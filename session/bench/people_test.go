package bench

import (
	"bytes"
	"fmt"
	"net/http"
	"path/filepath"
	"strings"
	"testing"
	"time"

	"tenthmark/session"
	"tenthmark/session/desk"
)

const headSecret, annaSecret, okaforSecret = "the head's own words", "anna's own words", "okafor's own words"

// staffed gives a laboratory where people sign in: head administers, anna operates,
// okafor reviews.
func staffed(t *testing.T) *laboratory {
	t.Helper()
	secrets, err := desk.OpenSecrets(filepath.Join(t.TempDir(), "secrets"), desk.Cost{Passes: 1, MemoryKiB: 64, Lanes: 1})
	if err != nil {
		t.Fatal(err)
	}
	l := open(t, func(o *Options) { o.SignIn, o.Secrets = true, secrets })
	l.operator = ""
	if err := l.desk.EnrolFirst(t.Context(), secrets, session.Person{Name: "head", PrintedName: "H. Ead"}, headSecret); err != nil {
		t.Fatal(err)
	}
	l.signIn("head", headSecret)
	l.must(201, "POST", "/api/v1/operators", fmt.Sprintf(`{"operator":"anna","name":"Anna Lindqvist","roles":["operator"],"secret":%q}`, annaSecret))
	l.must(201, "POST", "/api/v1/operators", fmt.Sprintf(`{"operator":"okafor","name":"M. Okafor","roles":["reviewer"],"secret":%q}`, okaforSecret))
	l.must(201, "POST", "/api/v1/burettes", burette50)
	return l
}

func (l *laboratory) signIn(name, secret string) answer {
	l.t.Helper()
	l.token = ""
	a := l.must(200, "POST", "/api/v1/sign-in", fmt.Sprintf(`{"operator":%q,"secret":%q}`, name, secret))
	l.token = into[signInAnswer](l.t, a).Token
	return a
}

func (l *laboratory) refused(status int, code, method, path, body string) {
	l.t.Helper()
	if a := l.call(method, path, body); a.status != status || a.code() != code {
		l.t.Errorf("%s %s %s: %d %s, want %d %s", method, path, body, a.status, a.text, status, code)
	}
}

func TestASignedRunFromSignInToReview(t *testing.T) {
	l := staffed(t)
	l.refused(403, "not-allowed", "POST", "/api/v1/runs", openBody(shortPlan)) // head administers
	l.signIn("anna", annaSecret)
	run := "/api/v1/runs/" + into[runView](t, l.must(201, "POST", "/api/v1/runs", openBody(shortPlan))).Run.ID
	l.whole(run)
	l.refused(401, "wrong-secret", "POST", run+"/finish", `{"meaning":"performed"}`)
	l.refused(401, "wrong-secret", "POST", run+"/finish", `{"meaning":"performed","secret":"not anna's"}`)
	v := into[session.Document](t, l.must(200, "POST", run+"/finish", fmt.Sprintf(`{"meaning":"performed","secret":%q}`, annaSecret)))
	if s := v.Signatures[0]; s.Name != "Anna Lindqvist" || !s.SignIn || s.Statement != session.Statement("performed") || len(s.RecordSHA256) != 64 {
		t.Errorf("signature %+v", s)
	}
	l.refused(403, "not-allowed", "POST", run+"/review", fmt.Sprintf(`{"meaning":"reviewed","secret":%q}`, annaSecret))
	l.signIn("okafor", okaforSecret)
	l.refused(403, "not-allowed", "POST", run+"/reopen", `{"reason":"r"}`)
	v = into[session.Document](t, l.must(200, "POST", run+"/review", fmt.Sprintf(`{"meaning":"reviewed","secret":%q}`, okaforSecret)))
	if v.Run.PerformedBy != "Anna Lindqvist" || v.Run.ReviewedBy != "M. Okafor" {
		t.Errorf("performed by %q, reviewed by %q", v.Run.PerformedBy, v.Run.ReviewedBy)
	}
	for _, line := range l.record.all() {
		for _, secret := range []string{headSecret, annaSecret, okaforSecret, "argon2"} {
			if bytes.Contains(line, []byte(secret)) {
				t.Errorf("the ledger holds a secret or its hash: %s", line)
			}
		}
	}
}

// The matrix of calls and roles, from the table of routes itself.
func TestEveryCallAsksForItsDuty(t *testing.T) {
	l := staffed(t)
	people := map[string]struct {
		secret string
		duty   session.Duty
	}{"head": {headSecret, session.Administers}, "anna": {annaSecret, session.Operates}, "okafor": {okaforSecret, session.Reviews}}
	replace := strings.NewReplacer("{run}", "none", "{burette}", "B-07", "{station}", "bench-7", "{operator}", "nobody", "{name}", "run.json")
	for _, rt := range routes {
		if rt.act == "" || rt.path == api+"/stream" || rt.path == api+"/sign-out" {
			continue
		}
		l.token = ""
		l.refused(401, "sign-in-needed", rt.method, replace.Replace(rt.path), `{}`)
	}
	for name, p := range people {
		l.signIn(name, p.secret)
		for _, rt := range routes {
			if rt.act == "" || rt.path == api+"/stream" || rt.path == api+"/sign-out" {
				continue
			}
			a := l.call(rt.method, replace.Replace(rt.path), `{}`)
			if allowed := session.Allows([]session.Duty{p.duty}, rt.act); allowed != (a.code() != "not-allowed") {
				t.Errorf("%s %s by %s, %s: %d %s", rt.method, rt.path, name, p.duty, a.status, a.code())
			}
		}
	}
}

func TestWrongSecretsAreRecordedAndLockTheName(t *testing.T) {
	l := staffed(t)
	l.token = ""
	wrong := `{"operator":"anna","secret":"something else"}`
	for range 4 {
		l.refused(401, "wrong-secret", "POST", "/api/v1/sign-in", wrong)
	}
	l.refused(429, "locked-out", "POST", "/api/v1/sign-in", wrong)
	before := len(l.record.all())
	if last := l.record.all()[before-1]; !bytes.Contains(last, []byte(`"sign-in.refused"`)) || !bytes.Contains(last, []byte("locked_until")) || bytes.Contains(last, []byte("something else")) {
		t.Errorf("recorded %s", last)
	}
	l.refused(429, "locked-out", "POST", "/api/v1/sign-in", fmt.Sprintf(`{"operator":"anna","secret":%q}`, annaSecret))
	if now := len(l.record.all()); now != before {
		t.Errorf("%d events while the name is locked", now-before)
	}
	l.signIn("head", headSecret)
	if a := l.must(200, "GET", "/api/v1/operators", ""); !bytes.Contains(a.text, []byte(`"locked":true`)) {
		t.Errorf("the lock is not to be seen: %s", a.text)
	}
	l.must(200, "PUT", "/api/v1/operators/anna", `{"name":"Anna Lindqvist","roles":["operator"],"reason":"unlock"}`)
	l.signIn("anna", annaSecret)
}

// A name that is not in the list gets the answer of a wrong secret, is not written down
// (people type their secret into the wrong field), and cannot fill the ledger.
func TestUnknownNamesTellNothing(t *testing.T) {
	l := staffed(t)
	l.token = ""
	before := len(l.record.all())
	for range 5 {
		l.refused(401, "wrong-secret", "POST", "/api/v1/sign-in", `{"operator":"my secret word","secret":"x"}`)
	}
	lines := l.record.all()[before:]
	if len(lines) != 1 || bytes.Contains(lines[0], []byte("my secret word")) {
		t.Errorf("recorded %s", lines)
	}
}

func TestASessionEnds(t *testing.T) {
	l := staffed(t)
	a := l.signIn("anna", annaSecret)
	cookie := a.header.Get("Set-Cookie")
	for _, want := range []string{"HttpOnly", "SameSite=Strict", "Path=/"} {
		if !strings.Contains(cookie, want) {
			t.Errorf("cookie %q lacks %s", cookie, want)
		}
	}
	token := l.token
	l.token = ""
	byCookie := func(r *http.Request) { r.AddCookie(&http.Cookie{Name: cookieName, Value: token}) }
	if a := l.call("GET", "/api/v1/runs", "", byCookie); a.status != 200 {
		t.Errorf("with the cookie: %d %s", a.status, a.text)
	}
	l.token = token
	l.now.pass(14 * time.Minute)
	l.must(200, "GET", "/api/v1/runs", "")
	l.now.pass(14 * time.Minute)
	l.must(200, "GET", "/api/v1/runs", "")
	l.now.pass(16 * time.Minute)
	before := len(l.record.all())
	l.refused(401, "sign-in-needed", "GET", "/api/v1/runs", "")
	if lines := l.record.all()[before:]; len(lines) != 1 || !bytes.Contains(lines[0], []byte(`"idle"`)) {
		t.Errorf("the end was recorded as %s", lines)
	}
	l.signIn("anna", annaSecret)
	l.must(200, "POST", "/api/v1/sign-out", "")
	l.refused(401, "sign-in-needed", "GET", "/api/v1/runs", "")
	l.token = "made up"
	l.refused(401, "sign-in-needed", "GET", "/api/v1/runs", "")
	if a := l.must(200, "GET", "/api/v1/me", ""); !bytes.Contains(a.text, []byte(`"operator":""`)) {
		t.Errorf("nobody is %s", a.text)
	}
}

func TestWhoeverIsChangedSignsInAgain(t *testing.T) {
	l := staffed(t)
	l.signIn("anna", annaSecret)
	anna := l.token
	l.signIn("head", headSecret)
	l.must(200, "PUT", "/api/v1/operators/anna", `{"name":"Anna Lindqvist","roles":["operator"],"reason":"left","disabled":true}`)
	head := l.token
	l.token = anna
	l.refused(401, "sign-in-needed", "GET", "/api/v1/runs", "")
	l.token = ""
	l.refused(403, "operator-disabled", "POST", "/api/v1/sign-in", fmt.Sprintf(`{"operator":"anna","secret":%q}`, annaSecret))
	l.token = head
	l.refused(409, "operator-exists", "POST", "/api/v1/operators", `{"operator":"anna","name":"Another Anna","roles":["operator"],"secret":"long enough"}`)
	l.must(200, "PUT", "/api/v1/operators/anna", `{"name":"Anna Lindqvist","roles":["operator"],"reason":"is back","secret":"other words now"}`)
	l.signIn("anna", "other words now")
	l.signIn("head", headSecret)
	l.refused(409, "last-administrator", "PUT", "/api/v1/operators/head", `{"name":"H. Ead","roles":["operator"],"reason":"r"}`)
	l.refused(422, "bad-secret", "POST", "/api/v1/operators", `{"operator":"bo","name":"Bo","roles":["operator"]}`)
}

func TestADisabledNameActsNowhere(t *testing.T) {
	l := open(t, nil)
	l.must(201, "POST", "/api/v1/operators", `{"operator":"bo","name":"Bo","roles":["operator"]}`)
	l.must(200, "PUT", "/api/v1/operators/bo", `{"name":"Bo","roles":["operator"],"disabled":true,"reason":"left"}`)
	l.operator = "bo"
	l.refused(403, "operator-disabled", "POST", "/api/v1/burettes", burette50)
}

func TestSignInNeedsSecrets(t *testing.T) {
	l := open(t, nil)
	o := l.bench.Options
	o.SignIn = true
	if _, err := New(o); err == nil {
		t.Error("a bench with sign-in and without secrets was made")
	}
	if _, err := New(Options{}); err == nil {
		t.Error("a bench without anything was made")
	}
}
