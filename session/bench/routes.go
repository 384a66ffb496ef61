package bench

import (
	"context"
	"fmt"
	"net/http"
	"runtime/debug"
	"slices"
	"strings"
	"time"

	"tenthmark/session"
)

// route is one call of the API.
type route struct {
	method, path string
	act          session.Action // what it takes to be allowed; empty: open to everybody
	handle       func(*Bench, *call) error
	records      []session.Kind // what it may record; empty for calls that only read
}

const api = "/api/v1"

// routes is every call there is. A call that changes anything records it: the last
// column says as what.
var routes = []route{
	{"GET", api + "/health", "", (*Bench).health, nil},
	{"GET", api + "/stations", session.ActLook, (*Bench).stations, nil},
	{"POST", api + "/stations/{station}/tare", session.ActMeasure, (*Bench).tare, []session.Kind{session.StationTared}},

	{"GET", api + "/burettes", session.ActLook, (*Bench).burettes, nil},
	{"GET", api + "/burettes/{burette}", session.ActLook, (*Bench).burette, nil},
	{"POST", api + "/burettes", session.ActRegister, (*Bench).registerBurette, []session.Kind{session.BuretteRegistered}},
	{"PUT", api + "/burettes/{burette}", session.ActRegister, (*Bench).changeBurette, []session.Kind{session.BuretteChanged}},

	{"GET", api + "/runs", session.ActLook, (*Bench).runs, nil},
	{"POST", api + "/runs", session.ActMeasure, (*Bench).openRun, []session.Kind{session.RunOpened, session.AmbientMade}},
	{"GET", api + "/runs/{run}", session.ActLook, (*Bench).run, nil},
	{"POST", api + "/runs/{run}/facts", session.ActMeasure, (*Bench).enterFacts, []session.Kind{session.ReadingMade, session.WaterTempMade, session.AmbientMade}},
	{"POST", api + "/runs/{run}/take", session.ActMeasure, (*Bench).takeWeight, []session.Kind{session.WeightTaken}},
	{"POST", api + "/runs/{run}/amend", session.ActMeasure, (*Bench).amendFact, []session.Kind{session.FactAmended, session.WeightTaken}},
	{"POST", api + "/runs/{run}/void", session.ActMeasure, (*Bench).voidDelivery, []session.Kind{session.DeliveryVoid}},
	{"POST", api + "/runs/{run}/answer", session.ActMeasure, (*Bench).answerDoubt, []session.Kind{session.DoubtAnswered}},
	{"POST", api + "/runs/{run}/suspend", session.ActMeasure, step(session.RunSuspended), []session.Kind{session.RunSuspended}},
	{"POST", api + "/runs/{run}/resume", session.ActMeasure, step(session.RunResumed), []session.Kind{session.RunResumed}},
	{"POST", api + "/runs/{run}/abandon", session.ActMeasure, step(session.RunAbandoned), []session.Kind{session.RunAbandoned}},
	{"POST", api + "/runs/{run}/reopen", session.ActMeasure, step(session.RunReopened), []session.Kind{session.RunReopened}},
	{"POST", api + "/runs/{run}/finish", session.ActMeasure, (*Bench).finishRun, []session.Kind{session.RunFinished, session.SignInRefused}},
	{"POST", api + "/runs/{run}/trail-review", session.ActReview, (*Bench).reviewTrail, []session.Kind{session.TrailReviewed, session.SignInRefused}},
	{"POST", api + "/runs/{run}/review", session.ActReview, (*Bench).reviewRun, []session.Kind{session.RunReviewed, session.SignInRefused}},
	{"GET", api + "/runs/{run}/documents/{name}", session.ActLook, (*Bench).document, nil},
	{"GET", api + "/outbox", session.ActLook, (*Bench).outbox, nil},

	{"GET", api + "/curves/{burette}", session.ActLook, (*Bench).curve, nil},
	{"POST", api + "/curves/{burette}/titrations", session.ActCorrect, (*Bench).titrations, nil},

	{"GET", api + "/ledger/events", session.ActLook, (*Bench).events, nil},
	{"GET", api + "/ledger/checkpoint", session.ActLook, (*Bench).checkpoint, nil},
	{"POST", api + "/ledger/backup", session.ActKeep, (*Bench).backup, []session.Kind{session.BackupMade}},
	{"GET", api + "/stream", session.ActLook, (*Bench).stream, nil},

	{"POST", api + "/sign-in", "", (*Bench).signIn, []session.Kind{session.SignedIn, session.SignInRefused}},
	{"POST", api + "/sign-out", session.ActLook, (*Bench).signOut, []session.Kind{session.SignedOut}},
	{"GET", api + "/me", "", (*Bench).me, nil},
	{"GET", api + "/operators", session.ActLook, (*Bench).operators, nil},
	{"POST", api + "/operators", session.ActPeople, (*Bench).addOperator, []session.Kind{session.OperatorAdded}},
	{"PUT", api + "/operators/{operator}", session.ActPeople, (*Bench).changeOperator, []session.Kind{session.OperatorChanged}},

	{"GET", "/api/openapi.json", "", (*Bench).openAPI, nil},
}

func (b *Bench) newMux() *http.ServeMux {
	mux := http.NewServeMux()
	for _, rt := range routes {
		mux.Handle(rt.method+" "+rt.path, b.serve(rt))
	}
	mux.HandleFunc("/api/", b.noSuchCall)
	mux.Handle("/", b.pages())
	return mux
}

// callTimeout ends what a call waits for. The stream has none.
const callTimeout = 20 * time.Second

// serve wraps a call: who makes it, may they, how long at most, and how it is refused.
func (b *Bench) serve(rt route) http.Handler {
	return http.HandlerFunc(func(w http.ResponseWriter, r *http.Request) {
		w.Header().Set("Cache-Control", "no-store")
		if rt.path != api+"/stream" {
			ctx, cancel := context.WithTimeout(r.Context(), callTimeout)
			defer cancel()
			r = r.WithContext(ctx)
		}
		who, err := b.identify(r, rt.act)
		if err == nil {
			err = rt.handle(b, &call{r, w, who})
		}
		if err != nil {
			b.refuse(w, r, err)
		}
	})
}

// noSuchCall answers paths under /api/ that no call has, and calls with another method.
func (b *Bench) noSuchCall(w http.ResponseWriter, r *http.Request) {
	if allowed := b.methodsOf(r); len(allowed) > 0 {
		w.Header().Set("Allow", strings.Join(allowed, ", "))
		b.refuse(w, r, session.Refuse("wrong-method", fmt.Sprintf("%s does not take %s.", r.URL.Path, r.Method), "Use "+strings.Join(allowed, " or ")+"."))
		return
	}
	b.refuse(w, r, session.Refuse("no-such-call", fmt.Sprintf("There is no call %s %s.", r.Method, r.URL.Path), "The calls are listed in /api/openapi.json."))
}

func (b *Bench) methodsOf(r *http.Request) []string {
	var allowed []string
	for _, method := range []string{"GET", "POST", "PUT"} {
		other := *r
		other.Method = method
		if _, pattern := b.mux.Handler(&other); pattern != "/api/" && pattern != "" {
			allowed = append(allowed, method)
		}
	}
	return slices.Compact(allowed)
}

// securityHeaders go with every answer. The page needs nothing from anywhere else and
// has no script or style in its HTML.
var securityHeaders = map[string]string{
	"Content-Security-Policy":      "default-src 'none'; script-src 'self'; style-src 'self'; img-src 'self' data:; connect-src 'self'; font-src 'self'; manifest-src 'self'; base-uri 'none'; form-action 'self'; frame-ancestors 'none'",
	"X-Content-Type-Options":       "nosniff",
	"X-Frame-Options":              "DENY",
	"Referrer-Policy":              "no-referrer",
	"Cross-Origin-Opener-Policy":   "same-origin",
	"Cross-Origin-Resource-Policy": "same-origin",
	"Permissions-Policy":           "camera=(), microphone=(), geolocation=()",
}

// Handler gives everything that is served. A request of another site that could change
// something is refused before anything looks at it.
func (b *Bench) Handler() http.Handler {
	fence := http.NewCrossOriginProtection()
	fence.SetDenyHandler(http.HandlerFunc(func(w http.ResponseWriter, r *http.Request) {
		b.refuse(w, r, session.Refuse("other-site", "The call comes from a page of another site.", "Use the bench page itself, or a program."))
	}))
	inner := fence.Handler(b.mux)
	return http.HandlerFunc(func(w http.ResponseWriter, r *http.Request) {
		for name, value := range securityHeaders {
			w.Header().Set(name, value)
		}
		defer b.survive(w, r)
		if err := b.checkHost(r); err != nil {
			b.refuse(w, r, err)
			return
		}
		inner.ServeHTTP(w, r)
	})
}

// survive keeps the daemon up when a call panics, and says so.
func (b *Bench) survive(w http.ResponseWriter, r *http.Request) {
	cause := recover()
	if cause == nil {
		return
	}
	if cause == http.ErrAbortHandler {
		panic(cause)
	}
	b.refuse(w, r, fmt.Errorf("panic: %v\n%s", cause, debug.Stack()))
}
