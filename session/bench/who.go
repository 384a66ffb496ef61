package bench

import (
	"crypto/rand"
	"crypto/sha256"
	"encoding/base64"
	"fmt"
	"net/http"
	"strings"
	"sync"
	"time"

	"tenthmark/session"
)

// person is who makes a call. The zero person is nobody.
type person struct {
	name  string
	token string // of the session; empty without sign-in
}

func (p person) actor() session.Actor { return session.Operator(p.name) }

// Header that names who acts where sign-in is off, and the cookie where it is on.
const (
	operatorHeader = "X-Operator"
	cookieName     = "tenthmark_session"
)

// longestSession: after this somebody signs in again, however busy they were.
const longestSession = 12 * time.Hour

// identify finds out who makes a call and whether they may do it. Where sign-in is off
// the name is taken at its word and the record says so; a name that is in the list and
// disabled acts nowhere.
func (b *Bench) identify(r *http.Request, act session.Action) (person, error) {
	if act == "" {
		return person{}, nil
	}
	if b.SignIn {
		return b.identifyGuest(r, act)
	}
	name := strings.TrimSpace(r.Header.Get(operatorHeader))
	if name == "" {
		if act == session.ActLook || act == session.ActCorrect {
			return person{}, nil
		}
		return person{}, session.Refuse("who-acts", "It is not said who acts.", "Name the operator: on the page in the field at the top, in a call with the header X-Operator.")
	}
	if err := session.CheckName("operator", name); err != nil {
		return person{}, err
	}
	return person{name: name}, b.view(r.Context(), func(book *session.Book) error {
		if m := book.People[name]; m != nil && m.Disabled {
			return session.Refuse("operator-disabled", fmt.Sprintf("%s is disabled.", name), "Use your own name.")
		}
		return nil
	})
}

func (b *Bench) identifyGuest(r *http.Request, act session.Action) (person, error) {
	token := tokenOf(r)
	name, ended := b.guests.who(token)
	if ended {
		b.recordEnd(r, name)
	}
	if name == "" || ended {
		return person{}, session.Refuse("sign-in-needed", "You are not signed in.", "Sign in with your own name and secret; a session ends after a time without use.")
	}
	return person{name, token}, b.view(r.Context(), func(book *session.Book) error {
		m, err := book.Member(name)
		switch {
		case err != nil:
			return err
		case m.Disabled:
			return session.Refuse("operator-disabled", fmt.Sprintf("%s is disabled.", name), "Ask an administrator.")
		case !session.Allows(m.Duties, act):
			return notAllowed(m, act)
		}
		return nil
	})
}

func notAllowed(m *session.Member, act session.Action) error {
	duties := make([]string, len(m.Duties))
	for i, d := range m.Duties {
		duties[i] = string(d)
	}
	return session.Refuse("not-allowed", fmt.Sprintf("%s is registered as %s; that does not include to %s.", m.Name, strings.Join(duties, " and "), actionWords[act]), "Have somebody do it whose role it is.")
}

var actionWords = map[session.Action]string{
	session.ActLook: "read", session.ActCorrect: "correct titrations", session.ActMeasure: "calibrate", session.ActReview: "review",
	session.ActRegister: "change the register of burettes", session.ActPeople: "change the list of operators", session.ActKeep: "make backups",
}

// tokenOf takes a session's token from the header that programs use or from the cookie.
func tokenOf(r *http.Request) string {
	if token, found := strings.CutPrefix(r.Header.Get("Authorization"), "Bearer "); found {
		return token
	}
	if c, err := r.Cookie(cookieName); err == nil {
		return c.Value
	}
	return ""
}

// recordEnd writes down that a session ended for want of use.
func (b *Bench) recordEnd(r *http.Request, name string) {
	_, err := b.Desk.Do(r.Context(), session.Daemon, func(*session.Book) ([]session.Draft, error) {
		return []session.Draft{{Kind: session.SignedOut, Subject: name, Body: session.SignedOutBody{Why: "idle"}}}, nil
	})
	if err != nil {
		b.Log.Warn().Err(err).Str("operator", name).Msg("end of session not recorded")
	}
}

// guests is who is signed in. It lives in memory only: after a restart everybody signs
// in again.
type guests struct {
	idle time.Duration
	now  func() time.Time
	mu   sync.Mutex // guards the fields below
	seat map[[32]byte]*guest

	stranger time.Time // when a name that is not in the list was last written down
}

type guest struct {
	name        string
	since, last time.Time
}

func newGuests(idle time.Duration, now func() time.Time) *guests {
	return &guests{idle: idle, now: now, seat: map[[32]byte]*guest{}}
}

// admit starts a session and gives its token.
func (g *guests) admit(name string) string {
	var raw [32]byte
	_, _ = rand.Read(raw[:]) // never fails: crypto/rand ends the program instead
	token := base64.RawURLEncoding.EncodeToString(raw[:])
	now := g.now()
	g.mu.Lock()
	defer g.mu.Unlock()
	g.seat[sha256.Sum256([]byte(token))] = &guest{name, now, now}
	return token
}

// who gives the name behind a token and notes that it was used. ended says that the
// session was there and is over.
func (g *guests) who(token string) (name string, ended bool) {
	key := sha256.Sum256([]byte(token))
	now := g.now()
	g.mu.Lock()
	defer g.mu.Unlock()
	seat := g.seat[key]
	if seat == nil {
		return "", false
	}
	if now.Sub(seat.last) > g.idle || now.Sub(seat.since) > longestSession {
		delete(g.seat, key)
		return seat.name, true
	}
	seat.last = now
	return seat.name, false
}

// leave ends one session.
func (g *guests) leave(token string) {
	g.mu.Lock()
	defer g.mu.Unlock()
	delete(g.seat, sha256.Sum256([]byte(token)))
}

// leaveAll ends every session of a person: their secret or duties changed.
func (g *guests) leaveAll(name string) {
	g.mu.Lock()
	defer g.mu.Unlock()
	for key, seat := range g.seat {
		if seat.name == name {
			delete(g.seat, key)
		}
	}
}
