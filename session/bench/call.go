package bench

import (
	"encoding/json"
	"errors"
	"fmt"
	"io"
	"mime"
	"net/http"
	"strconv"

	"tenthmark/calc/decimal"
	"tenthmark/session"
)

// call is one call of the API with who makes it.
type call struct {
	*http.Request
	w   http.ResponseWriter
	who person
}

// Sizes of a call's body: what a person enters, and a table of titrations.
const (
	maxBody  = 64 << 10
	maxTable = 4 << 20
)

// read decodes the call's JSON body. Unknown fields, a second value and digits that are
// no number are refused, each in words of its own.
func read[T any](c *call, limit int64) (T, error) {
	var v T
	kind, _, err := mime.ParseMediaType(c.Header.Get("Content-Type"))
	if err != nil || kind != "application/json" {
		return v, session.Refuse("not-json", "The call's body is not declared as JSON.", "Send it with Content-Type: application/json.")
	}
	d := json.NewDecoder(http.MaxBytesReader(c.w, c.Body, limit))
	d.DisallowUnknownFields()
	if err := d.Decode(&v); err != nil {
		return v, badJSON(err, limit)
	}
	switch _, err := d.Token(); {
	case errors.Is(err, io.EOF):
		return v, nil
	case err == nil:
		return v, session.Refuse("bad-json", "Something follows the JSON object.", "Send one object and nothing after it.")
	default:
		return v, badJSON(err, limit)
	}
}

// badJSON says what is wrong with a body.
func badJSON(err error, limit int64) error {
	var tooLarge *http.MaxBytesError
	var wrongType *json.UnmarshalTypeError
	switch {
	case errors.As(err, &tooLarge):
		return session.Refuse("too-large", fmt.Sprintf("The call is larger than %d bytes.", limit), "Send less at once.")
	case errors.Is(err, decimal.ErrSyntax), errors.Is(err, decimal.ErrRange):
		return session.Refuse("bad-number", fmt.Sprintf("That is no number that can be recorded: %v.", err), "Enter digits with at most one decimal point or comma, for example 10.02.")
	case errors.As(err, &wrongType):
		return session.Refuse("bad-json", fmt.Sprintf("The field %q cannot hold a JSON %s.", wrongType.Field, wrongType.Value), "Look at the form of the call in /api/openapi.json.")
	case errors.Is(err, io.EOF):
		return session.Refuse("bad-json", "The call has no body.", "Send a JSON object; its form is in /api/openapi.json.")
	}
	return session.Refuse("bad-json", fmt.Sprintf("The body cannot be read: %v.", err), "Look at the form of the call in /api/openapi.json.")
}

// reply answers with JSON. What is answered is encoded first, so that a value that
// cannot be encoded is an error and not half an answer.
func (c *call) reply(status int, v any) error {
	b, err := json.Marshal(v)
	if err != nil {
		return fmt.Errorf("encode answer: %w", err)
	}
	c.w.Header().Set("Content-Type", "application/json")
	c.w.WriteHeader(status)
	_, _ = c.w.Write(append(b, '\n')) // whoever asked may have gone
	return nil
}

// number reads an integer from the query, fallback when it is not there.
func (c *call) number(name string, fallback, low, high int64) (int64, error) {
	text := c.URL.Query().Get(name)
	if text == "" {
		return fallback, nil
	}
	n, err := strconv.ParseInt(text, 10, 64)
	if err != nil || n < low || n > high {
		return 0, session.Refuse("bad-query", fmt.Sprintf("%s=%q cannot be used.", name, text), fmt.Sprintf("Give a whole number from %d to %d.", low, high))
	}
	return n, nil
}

===

Exercise instructions
What do the lines above say from the one containing "by %q, reviewed" down to the one containing "for range 4"? Return them exactly, both end lines included, and only them.

Answer box
		t.Errorf("performed by %q, reviewed by %q", v.Run.PerformedBy, v.Run.ReviewedBy)
	}
	for _, line := range l.record.all() {
		for _, secret := range []string{headSecret, annaSecret, okaforSecret, "argon2"} {
			if bytes.Contains(line, []byte(secret)) {
				t.Errorf("the ledger holds a secret or its hash: %s", line)
			}
		}
	}
}

// The matrix of calls and roles, from the table of routes itself.
func TestEveryCallAsksForItsDuty(t *testing.T) {
	l := staffed(t)
	people := map[string]struct {
		secret string
		duty   session.Duty
	}{"head": {headSecret, session.Administers}, "anna": {annaSecret, session.Operates}, "okafor": {okaforSecret, session.Reviews}}
	replace := strings.NewReplacer("{run}", "none", "{burette}", "B-07", "{station}", "bench-7", "{operator}", "nobody", "{name}", "run.json")
	for _, rt := range routes {
		if rt.act == "" || rt.path == api+"/stream" || rt.path == api+"/sign-out" {
			continue
		}
		l.token = ""
		l.refused(401, "sign-in-needed", rt.method, replace.Replace(rt.path), `{}`)
	}
	for name, p := range people {
		l.signIn(name, p.secret)
		for _, rt := range routes {
			if rt.act == "" || rt.path == api+"/stream" || rt.path == api+"/sign-out" {
				continue
			}
			a := l.call(rt.method, replace.Replace(rt.path), `{}`)
			if allowed := session.Allows([]session.Duty{p.duty}, rt.act); allowed != (a.code() != "not-allowed") {
				t.Errorf("%s %s by %s, %s: %d %s", rt.method, rt.path, name, p.duty, a.status, a.code())
			}
		}
	}
}

func TestWrongSecretsAreRecordedAndLockTheName(t *testing.T) {
	l := staffed(t)
	l.token = ""
	wrong := `{"operator":"anna","secret":"something else"}`
	for range 4 {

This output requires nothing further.